■ **What is required**
Exactness is required. Restate every entry as written.

■ **Provided records**
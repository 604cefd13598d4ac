package io.github.gammawright.emission;

import com.palantir.javapoet.CodeBlock;
import com.palantir.javapoet.MethodSpec;
import java.util.List;
import java.util.function.Function;
import java.util.function.IntFunction;
import javax.lang.model.element.Modifier;

/** Writes the tests of array lengths, and the methods behind them, small enough to be compiled into their callers. */
final class ArgumentChecks {

    private final EmissionContext context;
    private boolean distinct;

    ArgumentChecks(EmissionContext context) {
        this.context = context;
    }

    CodeBlock inputs() {
        CodeBlock.Builder code = CodeBlock.builder();
        for (KernelInput input : context.names().inputs()) {
            code.addStatement("requireLength($S, $L.length, $L)", input.name(), input.name(), length(input));
        }
        return code.build();
    }

    CodeBlock results() {
        CodeBlock.Builder code = CodeBlock.builder();
        List<String> results = context.names().results();
        for (int r = 0; r < results.size(); r++) {
            String name = results.get(r);
            code.addStatement("requireLength($S, $L.length, $L)", name, name, context.lengthConstant(r));
        }
        for (int r = 1; r < results.size(); r++) {
            for (int s = 0; s < r; s++) {
                distinct = true;
                code.addStatement(
                        "requireDistinct($L, $L, $S)",
                        results.get(s),
                        results.get(r),
                        results.get(s) + " and " + results.get(r));
            }
        }
        return code.build();
    }

    CodeBlock workspace() {
        CodeBlock.Builder code = CodeBlock.builder();
        code.addStatement("requireRange($S, workspace.length, 0, WORKSPACE_LENGTH)", "workspace");
        for (String result : context.names().results()) {
            distinct = true;
            code.addStatement("requireDistinct(workspace, $L, $S)", result, "workspace and " + result);
        }
        return code.build();
    }

    CodeBlock ranges(List<String> results, Function<KernelInput, String> from, IntFunction<String> to) {
        CodeBlock.Builder code = CodeBlock.builder();
        for (KernelInput input : context.names().inputs()) {
            String name = input.plural();
            code.addStatement("requireRange($S, $L.length, $L, $L)", name, name, from.apply(input), length(input));
        }
        for (int r = 0; r < results.size(); r++) {
            String name = results.get(r);
            code.addStatement(
                    "requireRange($S, $L.length, $L, $L)", name, name, to.apply(r), context.lengthConstant(r));
        }
        for (int r = 1; r < results.size(); r++) {
            for (int s = 0; s < r; s++) {
                code.beginControlFlow(
                        "if ($1L == $2L && $3L < $4L + $5L && $4L < $3L + $6L)",
                        results.get(s),
                        results.get(r),
                        to.apply(s),
                        to.apply(r),
                        context.lengthConstant(r),
                        context.lengthConstant(s));
                code.addStatement(
                        "throw new IllegalArgumentException($S)",
                        results.get(s) + " and " + results.get(r) + " overlap in one array");
                code.endControlFlow();
            }
        }
        return code.build();
    }

    private static String length(KernelInput input) {
        return input.isPoint() ? "DIMENSION" : Integer.toString(input.length());
    }

    /** The private methods that the tests call. */
    void emit() {
        context.privateMethods()
                .add(check("requireLength")
                        .addParameter(String.class, "name")
                        .addParameter(int.class, "length")
                        .addParameter(int.class, "required")
                        .beginControlFlow("if (length != required)")
                        .addStatement(
                                "throw new $T(name + $S + length + $S + required)",
                                IllegalArgumentException.class,
                                " has length ",
                                ", not the required ")
                        .endControlFlow()
                        .build());
        context.privateMethods()
                .add(check("requireRange")
                        .addParameter(String.class, "name")
                        .addParameter(int.class, "length")
                        .addParameter(int.class, "from")
                        .addParameter(int.class, "count")
                        .beginControlFlow("if (from < 0 || from > length - count)")
                        .addStatement(
                                "throw new $T(name + $S + length + $S + count + $S + from)",
                                IllegalArgumentException.class,
                                " has length ",
                                ", too short for ",
                                " entries from ")
                        .endControlFlow()
                        .build());
        if (distinct) {
            context.privateMethods()
                    .add(check("requireDistinct")
                            .addParameter(double[].class, "a")
                            .addParameter(double[].class, "b")
                            .addParameter(String.class, "names")
                            .beginControlFlow("if (a == b)")
                            .addStatement(
                                    "throw new $T(names + $S)",
                                    IllegalArgumentException.class,
                                    " are one array, but each needs its own")
                            .endControlFlow()
                            .build());
        }
    }

    private static MethodSpec.Builder check(String name) {
        return MethodSpec.methodBuilder(name).addModifiers(Modifier.PRIVATE, Modifier.STATIC);
    }
}
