package io.github.gammawright.emission;

import io.github.gammawright.definition.ExpressionPrinter;
import io.github.gammawright.definition.MetricDefinition;
import io.github.gammawright.definition.MetricForm;
import java.nio.charset.StandardCharsets;
import java.security.MessageDigest;
import java.security.NoSuchAlgorithmException;
import java.util.ArrayList;
import java.util.List;

/** The metric as its author gave it, in lines of text, and a number that stands for it. */
final class DefinitionText {

    private final MetricDefinition definition;

    DefinitionText(MetricDefinition definition) {
        this.definition = definition;
    }

    /** The form, then the abbreviations it uses. */
    List<String> formulas() {
        List<String> lines = new ArrayList<>();
        MetricForm form = definition.form();
        List<String> coordinates = definition.coordinates();
        if (form instanceof MetricForm.LineElement line) {
            lines.add("ds^2 = " + ExpressionPrinter.print(line.expression()));
        } else if (form instanceof MetricForm.Matrix matrix) {
            for (int i = 0; i < matrix.rows().size(); i++) {
                for (int j = 0; j < matrix.rows().get(i).size(); j++) {
                    lines.add("g[" + coordinates.get(i) + "][" + coordinates.get(j) + "] = "
                            + ExpressionPrinter.print(matrix.rows().get(i).get(j)));
                }
            }
        } else if (form instanceof MetricForm.ThreePlusOne split) {
            lines.add("lapse = " + ExpressionPrinter.print(split.lapse()));
            for (int i = 0; i < split.shift().size(); i++) {
                lines.add("shift[" + coordinates.get(i + 1) + "] = "
                        + ExpressionPrinter.print(split.shift().get(i)));
            }
            lines.add("spatial ds^2 = " + ExpressionPrinter.print(split.spatialLineElement()));
        } else if (form instanceof MetricForm.Coframe coframe) {
            for (int i = 0; i < coframe.oneForms().size(); i++) {
                lines.add("e[" + i + "] = "
                        + ExpressionPrinter.print(coframe.oneForms().get(i)) + "   (square counts "
                        + (coframe.signs().get(i) < 0 ? "-" : "+") + "1)");
            }
        }
        for (MetricDefinition.Abbreviation abbreviation : definition.abbreviations()) {
            lines.add(abbreviation.name() + " = " + ExpressionPrinter.print(abbreviation.expression()));
        }
        for (MetricDefinition.CallerFunction function : definition.functions()) {
            lines.add(function.name() + " = " + function.name() + "(" + String.join(", ", function.of()) + ")");
        }
        return lines;
    }

    /**
     * A version of serialised objects: the first eight bytes of the SHA-256 digest of everything that the meaning of the
     * parameters depends on.
     */
    long serialVersion() {
        List<String> parts = new ArrayList<>();
        parts.add(definition.name());
        parts.addAll(definition.coordinates());
        definition.parameters().forEach(parameter -> parts.add("parameter " + parameter.name()));
        parts.addAll(formulas());
        definition.domain().conditions().forEach(condition -> parts.add(condition.text()));
        byte[] digest;
        try {
            digest = MessageDigest.getInstance("SHA-256")
                    .digest(String.join("\n", parts).getBytes(StandardCharsets.UTF_8));
        } catch (NoSuchAlgorithmException e) {
            throw new IllegalStateException("every Java platform has SHA-256", e);
        }
        long version = 0;
        for (int i = 0; i < Long.BYTES; i++) {
            version = (version << Byte.SIZE) | (digest[i] & 0xFF);
        }
        return version;
    }
}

■ **Worked solution**
repository 604cefd13598d4ac
package io.github.gammawright.emission;

import com.palantir.javapoet.CodeBlock;
import com.palantir.javapoet.MethodSpec;
import java.util.List;
import java.util.function.Function;
import java.util.function.IntFunction;
import javax.lang.model.element.Modifier;

/** Writes the tests of array lengths, and the methods behind them, small enough to be compiled into their callers. */
final class ArgumentChecks {

    private final EmissionContext context;
    private boolean distinct;

    ArgumentChecks(EmissionContext context) {
        this.context = context;
    }

    CodeBlock inputs() {
        CodeBlock.Builder code = CodeBlock.builder();
        for (KernelInput input : context.names().inputs()) {
            code.addStatement("requireLength($S, $L.length, $L)", input.name(), input.name(), length(input));
        }
        return code.build();
    }

    CodeBlock results() {
        CodeBlock.Builder code = CodeBlock.builder();
        List<String> results = context.names().results();
        for (int r = 0; r < results.size(); r++) {
            String name = results.get(r);
            code.addStatement("requireLength($S, $L.length, $L)", name, name, context.lengthConstant(r));
        }
        for (int r = 1; r < results.size(); r++) {
            for (int s = 0; s < r; s++) {
                distinct = true;
                code.addStatement(
                        "requireDistinct($L, $L, $S)",
                        results.get(s),
                        results.get(r),
                        results.get(s) + " and " + results.get(r));
            }
        }
        return code.build();
    }

    CodeBlock workspace() {
        CodeBlock.Builder code = CodeBlock.builder();
        code.addStatement("requireRange($S, workspace.length, 0, WORKSPACE_LENGTH)", "workspace");
        for (String result : context.names().results()) {
            distinct = true;
            code.addStatement("requireDistinct(workspace, $L, $S)", result, "workspace and " + result);
        }
        return code.build();
    }

    CodeBlock ranges(List<String> results, Function<KernelInput, String> from, IntFunction<String> to) {
        CodeBlock.Builder code = CodeBlock.builder();
        for (KernelInput input : context.names().inputs()) {
            String name = input.plural();
            code.addStatement("requireRange($S, $L.length, $L, $L)", name, name, from.apply(input), length(input));
        }
        for (int r = 0; r < results.size(); r++) {
            String name = results.get(r);
            code.addStatement(
                    "requireRange($S, $L.length, $L, $L)", name, name, to.apply(r), context.lengthConstant(r));
        }
        for (int r = 1; r < results.size(); r++) {
            for (int s = 0; s < r; s++) {
                code.beginControlFlow(
                        "if ($1L == $2L && $3L < $4L + $5L && $4L < $3L + $6L)",
                        results.get(s),
                        results.get(r),
                        to.apply(s),
                        to.apply(r),
                        context.lengthConstant(r),
                        context.lengthConstant(s));
                code.addStatement(
                        "throw new IllegalArgumentException($S)",
                        results.get(s) + " and " + results.get(r) + " overlap in one array");
                code.endControlFlow();
            }
        }
        return code.build();
    }

    private static String length(KernelInput input) {
        return input.isPoint() ? "DIMENSION" : Integer.toString(input.length());
    }

    /** The private methods that the tests call. */
    void emit() {
        context.privateMethods()
                .add(check("requireLength")
                        .addParameter(String.class, "name")
                        .addParameter(int.class, "length")
                        .addParameter(int.class, "required")
                        .beginControlFlow("if (length != required)")
                        .addStatement(
                                "throw new $T(name + $S + length + $S + required)",
                                IllegalArgumentException.class,
                                " has length ",
                                ", not the required ")
                        .endControlFlow()
                        .build());
        context.privateMethods()
                .add(check("requireRange")
                        .addParameter(String.class, "name")
                        .addParameter(int.class, "length")
                        .addParameter(int.class, "from")
                        .addParameter(int.class, "count")
                        .beginControlFlow("if (from < 0 || from > length - count)")
                        .addStatement(
                                "throw new $T(name + $S + length + $S + count + $S + from)",
                                IllegalArgumentException.class,
                                " has length ",
                                ", too short for ",
                                " entries from ")
                        .endControlFlow()
                        .build());
        if (distinct) {
            context.privateMethods()
                    .add(check("requireDistinct")
                            .addParameter(double[].class, "a")
                            .addParameter(double[].class, "b")
                            .addParameter(String.class, "names")
                            .beginControlFlow("if (a == b)")
                            .addStatement(
                                    "throw new $T(names + $S)",
                                    IllegalArgumentException.class,
                                    " are one array, but each needs its own")
                            .endControlFlow()
                            .build());
        }
    }

    private static MethodSpec.Builder check(String name) {
        return MethodSpec.methodBuilder(name).addModifiers(Modifier.PRIVATE, Modifier.STATIC);
    }
}
package io.github.gammawright.emission;

import io.github.gammawright.definition.ExpressionPrinter;
import io.github.gammawright.definition.MetricDefinition;
import io.github.gammawright.definition.MetricForm;
import java.nio.charset.StandardCharsets;
import java.security.MessageDigest;
import java.security.NoSuchAlgorithmException;
import java.util.ArrayList;
import java.util.List;

/** The metric as its author gave it, in lines of text, and a number that stands for it. */
final class DefinitionText {

    private final MetricDefinition definition;

    DefinitionText(MetricDefinition definition) {
        this.definition = definition;
    }

    /** The form, then the abbreviations it uses. */
    List<String> formulas() {
        List<String> lines = new ArrayList<>();
        MetricForm form = definition.form();
        List<String> coordinates = definition.coordinates();
        if (form instanceof MetricForm.LineElement line) {
            lines.add("ds^2 = " + ExpressionPrinter.print(line.expression()));
        } else if (form instanceof MetricForm.Matrix matrix) {
            for (int i = 0; i < matrix.rows().size(); i++) {
                for (int j = 0; j < matrix.rows().get(i).size(); j++) {
                    lines.add("g[" + coordinates.get(i) + "][" + coordinates.get(j) + "] = "
                            + ExpressionPrinter.print(matrix.rows().get(i).get(j)));
                }
            }
        } else if (form instanceof MetricForm.ThreePlusOne split) {
            lines.add("lapse = " + ExpressionPrinter.print(split.lapse()));
            for (int i = 0; i < split.shift().size(); i++) {
                lines.add("shift[" + coordinates.get(i + 1) + "] = "
                        + ExpressionPrinter.print(split.shift().get(i)));
            }
            lines.add("spatial ds^2 = " + ExpressionPrinter.print(split.spatialLineElement()));
        } else if (form instanceof MetricForm.Coframe coframe) {
            for (int i = 0; i < coframe.oneForms().size(); i++) {
                lines.add("e[" + i + "] = "
                        + ExpressionPrinter.print(coframe.oneForms().get(i)) + "   (square counts "
                        + (coframe.signs().get(i) < 0 ? "-" : "+") + "1)");
            }
        }
        for (MetricDefinition.Abbreviation abbreviation : definition.abbreviations()) {
            lines.add(abbreviation.name() + " = " + ExpressionPrinter.print(abbreviation.expression()));
        }
        for (MetricDefinition.CallerFunction function : definition.functions()) {
            lines.add(function.name() + " = " + function.name() + "(" + String.join(", ", function.of()) + ")");
        }
        return lines;
    }

    /**
     * A version of serialised objects: the first eight bytes of the SHA-256 digest of everything that the meaning of the
     * parameters depends on.
     */
    long serialVersion() {
        List<String> parts = new ArrayList<>();
        parts.add(definition.name());
        parts.addAll(definition.coordinates());
        definition.parameters().forEach(parameter -> parts.add("parameter " + parameter.name()));
        parts.addAll(formulas());
        definition.domain().conditions().forEach(condition -> parts.add(condition.text()));
        byte[] digest;
        try {
            digest = MessageDigest.getInstance("SHA-256")
                    .digest(String.join("\n", parts).getBytes(StandardCharsets.UTF_8));
        } catch (NoSuchAlgorithmException e) {
            throw new IllegalStateException("every Java platform has SHA-256", e);
        }
        long version = 0;
        for (int i = 0; i < Long.BYTES; i++) {
            version = (version << Byte.SIZE) | (digest[i] & 0xFF);
        }
        return version;
    }
}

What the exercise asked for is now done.